** WHAT TO WORK ON **
No line before the one containing "watch's goroutine only." is to be output; retype exactly that line and all lines that follow it to the end of the records.

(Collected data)

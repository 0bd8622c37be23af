package daemon

import (
	"context"
	"crypto/rand"
	"encoding/binary"
	"encoding/hex"
	"errors"
	"fmt"
	"hash/fnv"
	"slices"
	"strings"
	"sync"
	"time"

	"github.com/nats-io/nats.go/jetstream"

	"lariat/config"
)

// share runs the partitions of a template with instances.partitions > 1,
// shared with the other lariat processes that run the same template.
//
// Layout: the template's stream stores each record under
// "<partition>.<subject>", the partition computed by the NATS server's
// deterministic partition() subject mapping of the key token (a stream
// SubjectTransform), and each partition has a durable pull consumer
// filtered on its number, <template>_part_<n>.
//
// Ownership is the server's: each partition consumer has the priority
// policy pinned_client, so the server delivers its records to one pulling
// client at a time and moves the pin to another only when the pinned one
// has not pulled for instances.takeover or unpins on purpose. Each record
// carries the pin id; a process holds a partition from the first record
// with a new pin id until a pull is refused for a wrong pin id (or it
// hands it over). Which processes pull a partition is a matter of
// balance, not of safety: every process keeps a key in a key-value
// bucket (<stream_prefix>_<template>_members, keys expiring after
// instances.takeover) and pulls the partitions that rendezvous hashing
// assigns to it among the live members, plus those it holds; two
// processes with different views both pull, and the server still pins
// one.
//
// On taking a partition the process reads its index from the shared
// checkpoint store, resets the consumer to the index floor + 1 and
// dispatches as an unshared template does (each instance restored from its
// latest checkpoint, a record at or below its checkpoint position
// skipped). Handing over on purpose: stop pulling, let its instances
// apply what they hold and save, save the index, unpin. Before each
// checkpoint or index is written the process asks the server whether its
// pin is still the partition's (mayWrite).
type share struct {
	t      *template
	s      *streamIntake
	stream jetstream.Stream
	kv     jetstream.KeyValue
	self   string        // this process's member id
	ttl    time.Duration // instances.takeover: pinned TTL and member expiry
	wait   time.Duration // the longest pull, and the view's refresh period

	mu      sync.Mutex
	members []string  // the live members, sorted (mu)
	changed time.Time // when the view last changed; zero once settled (mu)
	// assign is the partitions' members under the view assignFor (mu).
	assign, assignFor []string
	// absent counts the reads in a row that missed each member of the
	// view; one is left out after two (a key rewritten while the bucket
	// is listed can be missed once). watch's goroutine only.
	absent map[string]int
}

** EXERCISE RESULT **
	// is listed can be missed once). watch's goroutine only.
	absent map[string]int
}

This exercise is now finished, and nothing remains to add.